Her husband didn't move. “He near drowned as a bairn. I was fishing and he fell in the loch. Only three he was. Terrified of water ever since. He never goes near the canal on his own. Never. He won't even cross the river by the footbridge, has to be the big bridge so's he canny see the water. He was delicate, our Jamie.”

Their whole lives were devoted to Jamie, McAllister could see that. They told him about his school, his obsession with trains, his stamp collection, small episodes in a barely lived life. They told him of their faraway Hebridean home and their family and them speaking Gaelic amongst themselves. McAllister was gentle, allowing the silences of grief to float between sentences. He listened until they had talked themselves out.

“May I have a picture of Jamie? Would you mind?”

“I've two of these.” She handed him a picture of a small boy, all bony arms and legs, clutching his mother's hand beneath a towering tractor. “This summer at the Black Isle Show.” She pointed to a merry-go-round on one side. “He loved that.” Her eyes glazed over at the memory. “Will you find out what happened to my laddie, Mr. McAllister? He'd never ever go up there on his own.”

McAllister had seen grief; as a cub reporter sent on similar interviews, as a war correspondent in Spain, as a crime reporter in Glasgow. And grief had consumed his own mother.

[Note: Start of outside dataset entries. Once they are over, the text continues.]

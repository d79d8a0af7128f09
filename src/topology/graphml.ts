// GraphML (Brandes et al., "GraphML Progress Report", Graph Drawing 2001; the schema at
// graphml.graphdrawing.org) read with saxes, a streaming XML parser that never fetches
// external entities. We also refuse any DOCTYPE that declares entities, before a single
// element is read: that is how "billion laughs" documents grow, and no GraphML needs one.
// Attributes are matched by their <key attr.name>; see attributes.ts for the mapping.

import { SaxesParser, type SaxesTagPlain } from 'saxes';
import type { DesignFormat, SourcePos, Topology } from './model.js';
import { TopologyBuilder, type BuilderOptions } from './builder.js';
import { mapLinkAttributes, mapNodeAttributes, toFlag, toNumber } from './attributes.js';
import { MAX_NESTING } from './nesting.js';

interface KeyDef {
  name: string;
  domain: string;
  type: string;
  default?: string;
}

interface Element {
  pos: SourcePos;
  attrs: Record<string, string>;
  data: Record<string, unknown>;
  dataPos: Map<string, SourcePos>;
  /** Each <data> as written, before its key's attr.type converted it (ids stay as written). */
  dataText: Map<string, string>;
  /** An edge that is a directed arc (its own `directed`, else its graph's `edgedefault`). */
  arc?: boolean;
}

/** Converts a <data> text by its key's attr.type; text that does not fit stays text. */
function typed(text: string, type: string): unknown {
  switch (type) {
    case 'int':
    case 'integer':
    case 'long':
    case 'float':
    case 'double':
      return toNumber(text) ?? text;
    case 'boolean':
      return toFlag(text) ?? text;
    default:
      return text;
  }
}

export function parseGraphml(
  text: string,
  file: string,
  options: BuilderOptions = {},
  format: DesignFormat = 'graphml',
): Topology {
  const b = new TopologyBuilder(file, format, options);
  const parser = new SaxesParser({ xmlns: false, position: true });
  const keys = new Map<string, KeyDef>();
  const nodes: Element[] = [];
  const edges: Element[] = [];
  const metadata: Record<string, unknown> = {};

  // What we are inside of: element names from the root, and the element being filled.
  const stack: string[] = [];
  let current: Element | undefined;
  let graphDepth = 0;
  /** edgedefault of each open <graph>, innermost last. */
  const directedGraphs: boolean[] = [];
  let currentKey: KeyDef | undefined;
  let dataKey: string | undefined;
  let dataPos: SourcePos = { line: 1, column: 1 };
  let dataText = '';
  let dataNested = false;
  let defaultText: string | undefined;
  let sawRoot = false;
  let warnedNested = false;
  let tagStart: SourcePos = { line: 1, column: 1 };
  let graphId: string | undefined;

  const here = (): SourcePos => ({ line: parser.line, column: parser.column + 1 });

  parser.on('error', (err) => {
    // saxes prefixes its own (0-based) position and ends with a full stop; we give ours.
    const message = err.message.replace(/^(?:[^:\n]*:)?\d+:\d+: /, '').replace(/\.$/, '');
    throw b.error(`malformed XML: ${message}`, here(), 'the file is not well-formed XML; check the tag at this point');
  });
  parser.on('doctype', (doctype) => {
    if (/<!ENTITY/i.test(doctype)) {
      throw b.error(
        'the XML declares entities in a DOCTYPE, which netbrace refuses',
        offsetPos(text, text.search(/<!DOCTYPE/i)),
        'entity declarations can expand without bound ("billion laughs"); GraphML needs none — remove the DOCTYPE',
      );
    }
  });
  parser.on('opentagstart', (tag) => {
    // saxes reports the position after the tag name and the character that ended it;
    // the tag began at its "<".
    tagStart = { line: parser.line, column: Math.max(1, parser.column - tag.name.length - 1) };
  });
  parser.on('opentag', (tag: SaxesTagPlain) => {
    const name = localName(tag.name);
    const attrs = tag.attributes as Record<string, string>;
    const pos = tagStart;
    stack.push(name);
    if (stack.length > MAX_NESTING) {
      throw b.error(
        `elements nest deeper than ${MAX_NESTING} levels`,
        pos,
        'GraphML needs a few levels (graphml, graph, node, data); flatten this structure',
      );
    }
    if (dataKey !== undefined) {
      dataNested = true; // markup inside <data> (drawing tools): keep only plain text values
      return;
    }
    switch (name) {
      case 'graphml':
        sawRoot = true;
        break;
      case 'key': {
        const id = attrs.id;
        if (id === undefined) throw b.error('<key> without an "id"', pos);
        currentKey = {
          name: attrs['attr.name'] ?? id,
          domain: attrs.for ?? 'all',
          type: attrs['attr.type'] ?? 'string',
        };
        keys.set(id, currentKey);
        break;
      }
      case 'default':
        if (currentKey) defaultText = '';
        break;
      case 'graph':
        graphDepth++;
        if (graphDepth === 1 && attrs.id) graphId = attrs.id;
        if (graphDepth > 1 && !warnedNested) {
          warnedNested = true;
          b.warn('nested <graph> found; its nodes and edges are read into the one design', pos);
        }
        directedGraphs.push(attrs.edgedefault === 'directed');
        if (attrs.edgedefault === 'directed') b.directed(pos, 'edgedefault="directed"');
        break;
      case 'node':
        if (attrs.id === undefined) throw b.error('<node> without an "id"', pos, 'every GraphML node needs id="..."');
        current = { pos, attrs, data: {}, dataPos: new Map(), dataText: new Map() };
        nodes.push(current);
        break;
      case 'edge':
        if (attrs.source === undefined || attrs.target === undefined) {
          throw b.error(
            `<edge> without a "${attrs.source === undefined ? 'source' : 'target'}"`,
            pos,
            'every GraphML edge needs source="..." and target="..."',
          );
        }
        if (attrs.directed === 'true') b.directed(pos, 'an edge has directed="true"');
        current = {
          pos,
          attrs,
          data: {},
          dataPos: new Map(),
          dataText: new Map(),
          arc:
            attrs.directed === 'true' ||
            (attrs.directed !== 'false' && directedGraphs[directedGraphs.length - 1] === true),
        };
        edges.push(current);
        break;
      case 'hyperedge':
        b.warn('<hyperedge> is not supported and was skipped', pos);
        break;
      case 'data':
        dataKey = attrs.key ?? '';
        dataPos = pos;
        dataText = '';
        dataNested = false;
        break;
      default:
        break;
    }
  });
  const onText = (t: string) => {
    if (dataKey !== undefined && !dataNested) dataText += t;
    else if (defaultText !== undefined) defaultText += t;
  };
  parser.on('text', onText);
  parser.on('cdata', onText);
  parser.on('closetag', (tag) => {
    const name = localName(tag.name);
    stack.pop();
    if (dataKey !== undefined && name !== 'data') return;
    switch (name) {
      case 'data': {
        const def = keys.get(dataKey ?? '');
        const attrName = def?.name ?? dataKey ?? '';
        const written = dataNested ? dataText.trim() : dataText;
        const value = typed(written, def?.type ?? 'string');
        if (current) {
          current.data[attrName] = value;
          current.dataPos.set(attrName, dataPos);
          current.dataText.set(attrName, written);
        } else if (graphDepth > 0) {
          metadata[attrName] = value;
        }
        dataKey = undefined;
        break;
      }
      case 'default':
        if (currentKey && defaultText !== undefined) currentKey.default = defaultText;
        defaultText = undefined;
        break;
      case 'key':
        currentKey = undefined;
        break;
      case 'node':
      case 'edge':
        current = undefined;
        break;
      case 'graph':
        graphDepth--;
        directedGraphs.pop();
        break;
      default:
        break;
    }
  });

  parser.write(text).close();
  if (!sawRoot)
    throw b.error('no <graphml> element in this file', { line: 1, column: 1 }, 'is this really a GraphML file?');

  // Defaults from <key><default>, for elements that do not set the attribute themselves.
  const defaults = (domain: string) =>
    [...keys.values()].filter((k) => k.default !== undefined && (k.domain === domain || k.domain === 'all'));
  const nodeDefaults = defaults('node');
  const edgeDefaults = defaults('edge');
  const withDefaults = (el: Element, defs: KeyDef[]) => {
    for (const k of defs) {
      if (k.name in el.data) continue;
      el.data[k.name] = typed(k.default!, k.type);
      el.dataText.set(k.name, k.default!);
    }
    return el.data;
  };
  const sourceOf = (el: Element) => ({
    pos: (k: string) => el.dataPos.get(k) ?? el.pos,
    text: (k: string) => el.dataText.get(k),
  });

  for (const n of nodes) {
    const mapped = mapNodeAttributes(withDefaults(n, nodeDefaults), b, sourceOf(n));
    b.addNode({ id: n.attrs.id, pos: n.pos, ...mapped });
  }
  // Edges are resolved after all nodes: GraphML allows them in any order.
  for (const e of edges) {
    const data = withDefaults(e, edgeDefaults);
    let id: string | undefined = e.attrs.id;
    if (id === undefined && 'id' in data) {
      id = e.dataText.get('id') ?? String(data.id);
      delete data.id;
    }
    const mapped = mapLinkAttributes(data, b, sourceOf(e));
    b.addLink({
      what: id !== undefined ? `edge "${id}"` : 'edge',
      ...(id !== undefined ? { id } : {}),
      source: e.attrs.source,
      target: e.attrs.target,
      pos: e.pos,
      ...mapped,
      ...(e.arc ? { arc: true } : {}),
    });
  }

  const name = metadata.label ?? metadata.Network ?? metadata.name ?? graphId;
  return b.finish({ ...(typeof name === 'string' ? { name } : {}), metadata });
}

/** 1-based line and column of a string offset (for the rare error found outside saxes). */
function offsetPos(text: string, offset: number): SourcePos {
  if (offset < 0) return { line: 1, column: 1 };
  let line = 1;
  let start = 0;
  for (let i = text.indexOf('\n'); i >= 0 && i < offset; i = text.indexOf('\n', i + 1)) {
    line++;
    start = i + 1;
  }
  return { line, column: offset - start + 1 };
}

/** `y:ShapeNode` → `ShapeNode`; GraphML's own elements are unprefixed or in its namespace. */
function localName(qname: string): string {
  const colon = qname.indexOf(':');
  return colon < 0 ? qname : qname.slice(colon + 1);
}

“His friends, tell me about his friends.”

They looked at each other in bewilderment.

“I don't know about that. . . .” The woman looked away. “He
liked his own company.” She couldn't look at McAllister. “He didn't mind being by himself.” She gestured to a train set beneath the table. “We had to work so much. Buses run on Sundays too so he had to stop going to Sunday school. . . .” The shadow of guilt hung over her like a cloud darkening an already gloomy sky, becoming tears that dripped onto her cardigan, making no marks in the Fair Isle pattern. “We just wanted the best.”